- Directions
Could you set down exactly the lines of the data below, starting at the one that holds "Racah, G. (1942), Phys." and ending at the one that holds "def rydberg_per_m(z: int)", both included, and only those?

- Working data
══════════════════════════════

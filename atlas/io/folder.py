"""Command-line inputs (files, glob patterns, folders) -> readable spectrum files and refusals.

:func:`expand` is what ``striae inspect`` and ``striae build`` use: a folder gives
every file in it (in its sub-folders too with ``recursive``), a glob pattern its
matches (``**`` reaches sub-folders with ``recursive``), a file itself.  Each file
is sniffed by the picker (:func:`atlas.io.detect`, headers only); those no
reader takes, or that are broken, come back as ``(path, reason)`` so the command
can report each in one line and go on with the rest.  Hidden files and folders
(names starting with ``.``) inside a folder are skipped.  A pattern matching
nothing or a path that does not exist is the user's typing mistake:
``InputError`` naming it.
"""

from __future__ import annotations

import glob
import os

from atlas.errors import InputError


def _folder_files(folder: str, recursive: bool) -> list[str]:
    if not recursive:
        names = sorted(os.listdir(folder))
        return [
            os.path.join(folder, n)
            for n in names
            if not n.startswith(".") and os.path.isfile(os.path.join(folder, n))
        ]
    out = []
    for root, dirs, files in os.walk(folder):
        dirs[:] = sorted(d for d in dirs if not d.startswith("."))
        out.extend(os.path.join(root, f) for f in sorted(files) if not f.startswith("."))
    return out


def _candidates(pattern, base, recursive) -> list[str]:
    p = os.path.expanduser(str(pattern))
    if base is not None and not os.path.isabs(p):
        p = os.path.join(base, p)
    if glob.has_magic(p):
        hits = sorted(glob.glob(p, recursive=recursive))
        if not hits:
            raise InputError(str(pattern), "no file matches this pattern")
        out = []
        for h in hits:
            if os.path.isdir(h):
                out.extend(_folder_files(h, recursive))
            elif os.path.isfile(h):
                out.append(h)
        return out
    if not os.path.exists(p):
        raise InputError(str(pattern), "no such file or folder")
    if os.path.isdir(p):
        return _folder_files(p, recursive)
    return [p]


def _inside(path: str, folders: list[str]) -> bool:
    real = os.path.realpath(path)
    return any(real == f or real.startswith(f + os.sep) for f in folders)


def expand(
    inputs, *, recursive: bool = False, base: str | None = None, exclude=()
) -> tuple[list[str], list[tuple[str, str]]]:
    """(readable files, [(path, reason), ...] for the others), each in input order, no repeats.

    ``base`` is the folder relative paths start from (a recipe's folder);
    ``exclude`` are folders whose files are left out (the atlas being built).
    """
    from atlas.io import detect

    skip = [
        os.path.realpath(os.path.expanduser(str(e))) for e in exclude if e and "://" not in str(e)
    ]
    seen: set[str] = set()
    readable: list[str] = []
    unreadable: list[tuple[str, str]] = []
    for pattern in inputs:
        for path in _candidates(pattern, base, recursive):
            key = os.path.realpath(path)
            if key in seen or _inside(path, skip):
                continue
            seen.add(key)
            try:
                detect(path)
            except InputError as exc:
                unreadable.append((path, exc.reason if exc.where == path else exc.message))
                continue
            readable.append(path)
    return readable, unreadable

══════════════════════════════

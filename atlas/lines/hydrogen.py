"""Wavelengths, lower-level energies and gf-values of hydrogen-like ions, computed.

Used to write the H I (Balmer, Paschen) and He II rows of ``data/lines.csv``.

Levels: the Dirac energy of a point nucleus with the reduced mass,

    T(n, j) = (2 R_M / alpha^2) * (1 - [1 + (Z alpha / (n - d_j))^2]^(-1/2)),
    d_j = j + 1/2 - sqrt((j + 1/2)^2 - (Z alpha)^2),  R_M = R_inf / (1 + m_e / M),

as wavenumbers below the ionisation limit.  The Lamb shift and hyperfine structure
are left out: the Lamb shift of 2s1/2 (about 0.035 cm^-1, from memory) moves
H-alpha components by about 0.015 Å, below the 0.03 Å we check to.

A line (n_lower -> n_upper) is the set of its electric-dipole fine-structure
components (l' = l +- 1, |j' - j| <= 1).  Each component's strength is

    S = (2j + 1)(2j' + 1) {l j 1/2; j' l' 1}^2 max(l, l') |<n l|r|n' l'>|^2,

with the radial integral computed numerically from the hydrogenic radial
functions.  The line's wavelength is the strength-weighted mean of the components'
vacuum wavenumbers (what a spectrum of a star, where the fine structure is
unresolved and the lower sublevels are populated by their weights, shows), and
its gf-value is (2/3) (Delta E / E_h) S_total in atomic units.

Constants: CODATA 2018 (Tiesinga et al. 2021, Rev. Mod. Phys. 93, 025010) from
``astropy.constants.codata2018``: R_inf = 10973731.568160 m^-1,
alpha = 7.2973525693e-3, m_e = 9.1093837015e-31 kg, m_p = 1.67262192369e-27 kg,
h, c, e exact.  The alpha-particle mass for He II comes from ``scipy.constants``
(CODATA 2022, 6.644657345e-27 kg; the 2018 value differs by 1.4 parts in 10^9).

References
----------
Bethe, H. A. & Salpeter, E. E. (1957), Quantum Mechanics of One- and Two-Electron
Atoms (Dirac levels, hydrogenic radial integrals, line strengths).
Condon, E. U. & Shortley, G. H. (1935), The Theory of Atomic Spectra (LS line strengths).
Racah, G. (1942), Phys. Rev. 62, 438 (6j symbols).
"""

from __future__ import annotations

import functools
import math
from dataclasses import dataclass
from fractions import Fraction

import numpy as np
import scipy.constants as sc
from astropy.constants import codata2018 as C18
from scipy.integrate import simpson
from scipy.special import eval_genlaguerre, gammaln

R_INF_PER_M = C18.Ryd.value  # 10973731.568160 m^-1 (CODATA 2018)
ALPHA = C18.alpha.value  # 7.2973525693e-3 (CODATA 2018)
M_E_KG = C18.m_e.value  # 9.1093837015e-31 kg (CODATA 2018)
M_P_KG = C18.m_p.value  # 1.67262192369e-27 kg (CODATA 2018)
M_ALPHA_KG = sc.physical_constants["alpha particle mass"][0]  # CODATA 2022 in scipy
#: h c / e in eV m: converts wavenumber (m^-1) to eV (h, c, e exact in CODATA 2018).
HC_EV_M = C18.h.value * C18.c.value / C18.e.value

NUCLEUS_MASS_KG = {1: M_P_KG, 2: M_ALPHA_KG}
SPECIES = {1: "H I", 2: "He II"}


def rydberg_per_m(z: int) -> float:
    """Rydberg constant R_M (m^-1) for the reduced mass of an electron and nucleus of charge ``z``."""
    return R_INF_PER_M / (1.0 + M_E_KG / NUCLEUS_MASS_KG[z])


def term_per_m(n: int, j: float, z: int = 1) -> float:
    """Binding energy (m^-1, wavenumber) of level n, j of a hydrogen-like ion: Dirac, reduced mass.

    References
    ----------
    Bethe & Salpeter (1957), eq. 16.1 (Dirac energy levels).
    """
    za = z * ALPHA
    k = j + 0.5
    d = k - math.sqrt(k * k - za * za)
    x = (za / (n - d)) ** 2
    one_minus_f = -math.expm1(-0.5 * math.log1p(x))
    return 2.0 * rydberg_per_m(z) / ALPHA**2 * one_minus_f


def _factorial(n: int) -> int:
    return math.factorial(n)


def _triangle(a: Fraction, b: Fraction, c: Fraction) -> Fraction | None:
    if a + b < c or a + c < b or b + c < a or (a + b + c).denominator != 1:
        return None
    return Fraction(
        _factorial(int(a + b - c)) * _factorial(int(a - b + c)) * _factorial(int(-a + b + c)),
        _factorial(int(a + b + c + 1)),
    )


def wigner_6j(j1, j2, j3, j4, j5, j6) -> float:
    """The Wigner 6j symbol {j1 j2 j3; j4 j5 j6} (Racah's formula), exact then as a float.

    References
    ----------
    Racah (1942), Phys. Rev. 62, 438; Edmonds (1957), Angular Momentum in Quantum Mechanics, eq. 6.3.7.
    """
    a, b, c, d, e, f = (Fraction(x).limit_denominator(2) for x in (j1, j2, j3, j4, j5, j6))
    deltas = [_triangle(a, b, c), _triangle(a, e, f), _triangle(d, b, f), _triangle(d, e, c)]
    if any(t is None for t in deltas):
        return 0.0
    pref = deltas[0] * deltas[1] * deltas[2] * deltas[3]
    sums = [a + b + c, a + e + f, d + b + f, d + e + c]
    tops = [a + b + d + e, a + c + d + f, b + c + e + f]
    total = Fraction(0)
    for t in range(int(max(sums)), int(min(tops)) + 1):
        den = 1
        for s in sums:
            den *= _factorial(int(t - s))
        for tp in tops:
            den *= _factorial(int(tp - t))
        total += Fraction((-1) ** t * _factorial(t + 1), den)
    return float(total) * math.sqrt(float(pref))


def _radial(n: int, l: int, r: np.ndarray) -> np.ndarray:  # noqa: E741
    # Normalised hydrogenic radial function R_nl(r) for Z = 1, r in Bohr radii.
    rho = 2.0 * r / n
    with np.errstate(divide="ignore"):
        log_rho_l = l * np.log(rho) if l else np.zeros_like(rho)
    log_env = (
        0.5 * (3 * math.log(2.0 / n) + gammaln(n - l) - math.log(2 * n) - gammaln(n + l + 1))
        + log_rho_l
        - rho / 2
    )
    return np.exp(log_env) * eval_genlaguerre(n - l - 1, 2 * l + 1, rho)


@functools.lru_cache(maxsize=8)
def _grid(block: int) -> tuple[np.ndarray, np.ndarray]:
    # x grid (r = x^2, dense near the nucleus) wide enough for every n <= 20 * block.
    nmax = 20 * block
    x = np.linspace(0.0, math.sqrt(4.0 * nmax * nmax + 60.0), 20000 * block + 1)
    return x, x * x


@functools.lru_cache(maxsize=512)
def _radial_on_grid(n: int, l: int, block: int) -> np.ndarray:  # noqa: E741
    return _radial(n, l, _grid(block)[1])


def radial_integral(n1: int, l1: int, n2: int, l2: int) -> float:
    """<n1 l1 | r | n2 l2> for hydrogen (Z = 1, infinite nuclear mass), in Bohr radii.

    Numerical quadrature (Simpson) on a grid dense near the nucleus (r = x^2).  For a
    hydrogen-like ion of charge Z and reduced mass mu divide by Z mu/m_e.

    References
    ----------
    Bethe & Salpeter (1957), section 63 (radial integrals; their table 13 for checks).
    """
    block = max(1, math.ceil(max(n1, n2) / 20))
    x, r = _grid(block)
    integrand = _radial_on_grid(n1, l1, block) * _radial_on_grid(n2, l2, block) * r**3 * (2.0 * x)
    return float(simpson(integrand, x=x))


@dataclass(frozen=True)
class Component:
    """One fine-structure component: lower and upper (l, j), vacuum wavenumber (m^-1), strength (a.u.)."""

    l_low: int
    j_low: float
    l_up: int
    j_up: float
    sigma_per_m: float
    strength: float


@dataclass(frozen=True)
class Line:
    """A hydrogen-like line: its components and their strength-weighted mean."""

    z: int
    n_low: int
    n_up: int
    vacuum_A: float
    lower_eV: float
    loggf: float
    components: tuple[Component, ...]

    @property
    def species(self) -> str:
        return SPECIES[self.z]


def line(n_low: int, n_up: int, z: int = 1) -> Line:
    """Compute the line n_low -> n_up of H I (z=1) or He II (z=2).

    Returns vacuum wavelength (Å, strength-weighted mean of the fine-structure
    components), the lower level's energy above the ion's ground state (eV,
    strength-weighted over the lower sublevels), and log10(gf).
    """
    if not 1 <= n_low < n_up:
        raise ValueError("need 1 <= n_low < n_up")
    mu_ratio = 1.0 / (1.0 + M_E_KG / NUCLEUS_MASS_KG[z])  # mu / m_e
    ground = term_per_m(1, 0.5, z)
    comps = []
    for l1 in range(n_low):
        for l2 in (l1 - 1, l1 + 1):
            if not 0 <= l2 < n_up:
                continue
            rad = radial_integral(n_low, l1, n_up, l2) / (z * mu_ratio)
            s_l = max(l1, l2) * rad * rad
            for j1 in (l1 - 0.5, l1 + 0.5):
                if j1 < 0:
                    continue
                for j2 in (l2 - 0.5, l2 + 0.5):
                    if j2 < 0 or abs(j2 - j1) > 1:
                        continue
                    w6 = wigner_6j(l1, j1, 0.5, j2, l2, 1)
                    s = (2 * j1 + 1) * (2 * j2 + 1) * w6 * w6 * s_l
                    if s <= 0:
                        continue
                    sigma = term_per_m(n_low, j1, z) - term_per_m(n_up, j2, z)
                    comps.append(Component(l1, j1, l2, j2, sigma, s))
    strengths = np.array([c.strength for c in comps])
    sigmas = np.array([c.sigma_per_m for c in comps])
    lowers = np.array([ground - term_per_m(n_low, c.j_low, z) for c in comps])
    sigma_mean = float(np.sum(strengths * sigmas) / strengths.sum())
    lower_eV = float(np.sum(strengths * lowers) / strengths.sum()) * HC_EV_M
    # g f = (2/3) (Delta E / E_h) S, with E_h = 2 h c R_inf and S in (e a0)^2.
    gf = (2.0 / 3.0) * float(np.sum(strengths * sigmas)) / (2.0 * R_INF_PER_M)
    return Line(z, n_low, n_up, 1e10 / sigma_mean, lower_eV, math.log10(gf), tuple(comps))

══════════════════════════════

- Answer
Racah, G. (1942), Phys. Rev. 62, 438 (6j symbols).
"""

from __future__ import annotations

import functools
import math
from dataclasses import dataclass
from fractions import Fraction

import numpy as np
import scipy.constants as sc
from astropy.constants import codata2018 as C18
from scipy.integrate import simpson
from scipy.special import eval_genlaguerre, gammaln

R_INF_PER_M = C18.Ryd.value  # 10973731.568160 m^-1 (CODATA 2018)
ALPHA = C18.alpha.value  # 7.2973525693e-3 (CODATA 2018)
M_E_KG = C18.m_e.value  # 9.1093837015e-31 kg (CODATA 2018)
M_P_KG = C18.m_p.value  # 1.67262192369e-27 kg (CODATA 2018)
M_ALPHA_KG = sc.physical_constants["alpha particle mass"][0]  # CODATA 2022 in scipy
#: h c / e in eV m: converts wavenumber (m^-1) to eV (h, c, e exact in CODATA 2018).
HC_EV_M = C18.h.value * C18.c.value / C18.e.value

NUCLEUS_MASS_KG = {1: M_P_KG, 2: M_ALPHA_KG}
SPECIES = {1: "H I", 2: "He II"}


def rydberg_per_m(z: int) -> float:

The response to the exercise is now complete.